Benjamin David Santer | |
Birth Date: | 3 June 1955 |
Birth Place: | Washington, DC |
Nationality: | American |
Fields: | Climatology |
Workplaces: | Lawrence Livermore National Laboratory |
Alma Mater: | University of East Anglia's Climatic Research Unit |
Thesis Title: | Regional validation of General Circulation Models |
Thesis Url: | https://www.worldcat.org/oclc/59763672 |
Thesis Year: | 1987 |
Doctoral Advisor: | Tom Wigley |
Awards: | E. O. Lawrence Award (2002) |
Benjamin David Santer (born June 3, 1955) was a climate researcher at Lawrence Livermore National Laboratory and former researcher at the University of East Anglia's Climatic Research Unit.[1] He retired from the Lawrence Livermore National Laboratory in 2021 and is now a Distinguished Scholar in Residence at Woods Hole Oceanographic Institution. He also worked at the Max Planck Institute for Meteorology from 1987 to 1992.[2] He specializes mainly in statistical analysis of climate data sets, and detection/attribution of climate change forcings.
Since 2012, Santer has been listed on the board of directors of the National Center for Science Education.[3]
Santer received a B.Sc. in Environmental Sciences and a 1987 Ph.D. in Climatology from the Climatic Research Unit of the University of East Anglia.[2]
In 1998 Santer was awarded a MacArthur Fellowship for research supporting the finding that human activity contributes to global warming.[4] He has also received the Ernest Orlando Lawrence Award and a Distinguished Scientist Fellowship from the U.S. Department of Energy and the Norbert Gerbier/MUMM award from the World Meteorological Organization.[2] He ranked twelfth amongst climate scientists in a 2002 assessment of most cited scientists in the field of global warming.[5]
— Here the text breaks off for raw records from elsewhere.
import { askedWeeks, pulledFor, stationName } from '@/lib/protocol/rules/plan'
import type { PlannedStation, ProtocolPlan } from '@/lib/protocol/schema'
import { attributeOf } from '@/lib/reading/schema/attributes'
import { boundWidening } from '@/lib/science/bound-width'
import { gramsOfJars } from '@/lib/science/jar-grams'
import { rulerPercent } from '@/lib/science/separation'
import type { StudyAdjustments } from '@/lib/study/schema'
import { inSentence } from './finding'
import { plannedJars, type TakenBatches } from './jars'
import { adjustedPlan, waysToFit } from './plan'
import { capital, counted, listed } from './words'

/** What fewer times at a station do to the bound of its trends. */
export type Widening = { times: number[]; kept: number[]; at: number; percent: number }

export type Saving = {
  key: string
  act: string
  /** What it adds to the study's adjustments. */
  adjustments: StudyAdjustments
  isTaken: boolean
  jars: number
  grams: number
  cost: string
  widening: Widening | null
}

type Way = Pick<Saving, 'key' | 'act' | 'adjustments' | 'cost'> & { widening?: Widening | null }

const mostShown = 8

/**
 * The largest ways to take less of the batches, each with what it costs; those taken already among them, so that each
 * can be put back. `shortG` is what the batch that is short has left; null where none is.
 */
export function savingsOf(
  plan: ProtocolPlan,
  adjustments: StudyAdjustments,
  batches: TakenBatches,
  shortG: number | null,
): Saving[] {
  const takes = (of: StudyAdjustments) => {
    const adjusted = adjustedPlan(plan, of)
    const jars = plannedJars(adjusted, batches.batchIds, batches.referenceIds).length
    return { jars, grams: gramsOfJars(jars, adjusted.fillG, adjusted.lossPercent) }
  }
  const now = takes(adjustments)
  const asPlanned = takes({})
  const savings = waysOf(plan, shortG).map((way) => {
    const isTaken = isIn(adjustments, way.adjustments)
    const other = takes(
      isTaken ? withoutSaving(adjustments, way.adjustments) : withSaving(adjustments, way.adjustments),
    )
    const [more, less] = isTaken ? [other, now] : [now, other]
    const alone = takes(way.adjustments)
    return {
      ...way,
      widening: way.widening ?? null,
      isTaken,
      jars: more.jars - less.jars,
      grams: more.grams - less.grams,
      rank: asPlanned.grams - alone.grams,
    }
  })
  const ranked = savings
    .filter((one) => one.rank > 0.05 && (one.isTaken || one.grams > 0.05))
    .toSorted((a, b) => b.rank - a.rank)
  // Rows keep their places while one presses them.
  return ranked
    .filter((one, index) => one.isTaken || index < mostShown || one.key.startsWith('fit'))
    .map(({ rank: _, ...saving }) => saving)
}

/** The study's adjustments with one more of the ways; a fill replaces another fill. */
export function withSaving(before: StudyAdjustments, way: StudyAdjustments): StudyAdjustments {
  const spares = [...sparesBeside(before, way), ...(way.spares ?? [])]
  return {
    ...before,
    ...way,
    ...lists((key) => joined(before[key], way[key])),
    spares: spares.length > 0 ? spares : undefined,
  }
}

export function withoutSaving(before: StudyAdjustments, way: StudyAdjustments): StudyAdjustments {
  const { fillG, leaveOutRetains, ...rest } = before
  const spares = sparesBeside(before, way)
  return {
    ...rest,
    spares: spares.length > 0 ? spares : undefined,
    ...(way.fillG === undefined && fillG !== undefined ? { fillG } : {}),
    ...(way.leaveOutRetains === undefined && leaveOutRetains !== undefined ? { leaveOutRetains } : {}),
    ...lists((key) => before[key]?.filter((one) => !way[key]?.includes(one))),
  }
}

/** Numbers of spares at stations of which the way says nothing. */
function sparesBeside({ spares = [] }: StudyAdjustments, way: StudyAdjustments) {
  return spares.filter((one) => !way.spares?.some((other) => other.position === one.position))
}

const listKeys = ['leaveOutWeeks', 'everySecondTime', 'oneJarAPull'] as const

function lists(of: (key: (typeof listKeys)[number]) => number[] | undefined): StudyAdjustments {
  return Object.fromEntries(
    listKeys.map((key) => {
      const list = of(key)
      return [key, list && list.length > 0 ? list : undefined]
    }),
  )
}

function joined(one: number[] = [], other: number[] = []): number[] {
  return [...new Set([...one, ...other])].toSorted((a, b) => a - b)
}

function isIn(adjustments: StudyAdjustments, way: StudyAdjustments): boolean {
  return (
    (way.fillG === undefined || way.fillG === adjustments.fillG) &&
    (way.leaveOutRetains === undefined || adjustments.leaveOutRetains === true) &&
    (way.spares ?? []).every((one) =>
      adjustments.spares?.some((other) => other.position === one.position && other.spares === one.spares),
    ) &&
    listKeys.every((key) => (way[key] ?? []).every((one) => adjustments[key]?.includes(one)))
  )
}

function waysOf(plan: ProtocolPlan, shortG: number | null): Way[] {
  const fit = shortG === null ? [] : waysToFit(plan, shortG).filter(({ kind }) => kind !== 'retains')
  const fitting = fit.map(({ kind, label, adjustments }) => ({
    key: `fit ${kind}`,
    act: label,
    adjustments,
    cost: kind === 'fill' ? fillCost(plan, adjustments) : weeksCost(plan, adjustments),
  }))
  return [
    ...fitting,
    // Of ways that save the same, what decides is touched last.
    ...[...plan.stations.entries()]
      .toSorted(([, a], [, b]) => Number(a.voice === 'decides') - Number(b.voice === 'decides'))
      .flatMap(([position, station]) => stationWays(plan, station, position)),
    ...(fit.some(({ kind }) => kind === 'fill') ? [] : [lessFill(plan)]),
    ...(plan.retains > 0
      ? [
          {
            key: 'retains',
            act: `Leave out the ${plan.retains === 1 ? 'retain jar' : `${plan.retains} retain jars`}`,
            adjustments: { leaveOutRetains: true },
            cost: 'No untouched jar is kept for a question that comes later.',
          },
        ]
      : []),
  ]
}

function stationWays(plan: ProtocolPlan, station: PlannedStation, position: number): Way[] {
  const name = stationName(station, position)
  const ways: Way[] = [fewerTimes(plan, station, position, name)].filter((way) => way !== null)
  if (station.measuringJarsPerPull > 1) {
    ways.push({
      key: `one ${position}`,
      act: `Open one measuring jar a pull at ${name}`,
      adjustments: { oneJarAPull: [position] },
      cost: 'A single jar that is off is not told from a drift until the next pull, and how far jars differ is not known.',
    })
  }
  if (station.spares > 0) {
    const gap = Math.max(...gaps([0, ...station.timePoints]))
    ways.push({
      key: `spares ${position}`,
      act: `No spare at ${name}`,
      adjustments: { spares: [{ position, spares: 0 }] },
      cost: `A reading that is doubted or beyond its band has no jar for its repeat: it stays unconfirmed until the next pull, up to ${counted(gap, 'week')} later.`,
    })
  }
  return ways
}

/** Every second of the middle pulls opens no jar; what that costs is computed from the times that are left. */
function fewerTimes(plan: ProtocolPlan, station: PlannedStation, position: number, name: string): Way | null {
  const adjustments = { everySecondTime: [position] }
  const left = adjustedPlan(plan, adjustments)
  const times = [0, ...askedWeeks(plan, station, 'measuring')]
  const kept = [0, ...askedWeeks(left, left.stations[position]!, 'measuring')]
  if (station.measuringJarsPerPull === 0 || kept.length === times.length) return null
  const measured = pulledFor(plan, 'measuring')
  const what =
    measured.length > 0 ? listed(measured.map(({ attribute }) => inSentence(attribute))) : 'measure'
  const later = Math.max(
    ...times.filter((time) => !kept.includes(time)).map((time) => kept.find((one) => one > time)! - time),
  )
  const isTrend =
    station.kind === 'temperature' && measured.some((one) => attributeOf(one.attribute, one).isGradual)
  const widening =
    isTrend && kept.length >= 3
      ? { times, kept, at: plan.endWeeks, percent: boundWidening(times, kept, plan.endWeeks) }
      : null
  const coldest = Math.min(
    ...plan.stations.map((one) => (one.kind === 'temperature' ? (one.temperatureC ?? Infinity) : Infinity)),
  )
  return {
    key: `second ${position}`,
    act: `${what.startsWith('pH') ? what : capital(what)} at every second time point at ${name}`,
    adjustments,
    widening,
    cost: [
      `${station.voice === 'decides' ? 'This station decides: a' : 'A'} drift there is seen up to ${counted(later, 'week')} later.`,
      kept.length < 5 && times.length >= 5
        ? `With ${counted(kept.length, 'time')} left, the initial among them, a slow one is never told ahead.`
        : '',
      station.kind === 'temperature' && station.temperatureC === coldest && plan.stations.length > 1
        ? 'The warmer stations are compared with this one on the same days, to tell the emulsion from the instrument; on the days left out they are not.'
        : '',
    ]
      .filter(Boolean)
      .join(' '),
  }
}

function lessFill(plan: ProtocolPlan): Way {
  const adjustments = { fillG: Number((plan.fillG * 0.8).toFixed(1)) }
  return {
    key: 'fill',
    act: `Fill ${adjustments.fillG.toFixed(1)} g instead of ${plan.fillG.toFixed(1)} g`,
    adjustments,
    cost: fillCost(plan, adjustments),
  }
}

function fillCost(plan: ProtocolPlan, adjustments: StudyAdjustments): string {
  const { fillHeightMm } = adjustedPlan(plan, adjustments)
  const percent = (mm: number) => rulerPercent(mm).toFixed(1)
  return `The jar is filled ${fillHeightMm} mm high instead of ${plan.fillHeightMm}: a millimetre of the ruler is ${percent(fillHeightMm)} % of that instead of ${percent(plan.fillHeightMm)} %, so a layer is seen and told apart later. Weight loss weighs more in a smaller fill.`
}

function weeksCost(plan: ProtocolPlan, { leaveOutWeeks = [] }: StudyAdjustments): string {
  const later = Math.max(
    ...plan.stations
      .filter(({ kind }) => kind === 'temperature')
      .flatMap(({ timePoints }) =>
        leaveOutWeeks
          .filter((week) => timePoints.includes(week))
          .map((week) => timePoints.find((one) => one > week && !leaveOutWeeks.includes(one))! - week),
      ),
  )
  return `Nothing is read or looked at then at any temperature: what begins before is seen up to ${counted(later, 'week')} later.`
}

function gaps(times: number[]): number[] {
  return times.slice(1).map((time, index) => time - times[index]!)
}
In 2011, Santer was elected as a fellow of the American Geophysical Union[6] and as a member of the National Academy of Sciences.[7]
Santer was the convening Lead Author of Chapter 8 of 1995 IPCC Working Group I Report (AR2 WGI), which addressed the global warming issue.[2]
In a June 12, 1996 editorial-page piece in The Wall Street Journal, Frederick Seitz, chair of the George C. Marshall Institute and Science and Environmental Policy Project, claimed that alterations made to Chapter 8 of the 1995 IPCC report were made to "deceive policy makers and the public into believing that the scientific evidence shows human activities are causing global warming." Similar charges were made by the Global Climate Coalition (GCC), a consortium of industry interests; specifically, they accused Santer of "scientific cleansing."[8]
Santer and 40 other scientists responded to The Wall Street Journal that all IPCC procedural rules were followed, and that IPCC procedures required changes to the draft in response to comments from governments, individual scientists, and non-governmental organizations. They stated that the pre- and post-Madrid versions of Chapter 8 were equally cautious in their statements; that roughly 20% of Chapter 8 is devoted to the discussion of uncertainties in estimates of natural climate variability and the expected signal due to human activities; and that both versions of the chapter reached the same conclusion: "Taken together, these results point towards a human influence on climate."[9]
On February 25, 2019 Santer et al. published the paper Celebrating the anniversary of three key events in climate change science in Nature Climate Change, claiming to have reached the 5-sigma "gold standard level" of statistical proof of human influence in global climate change using three sets of satellite data.[10]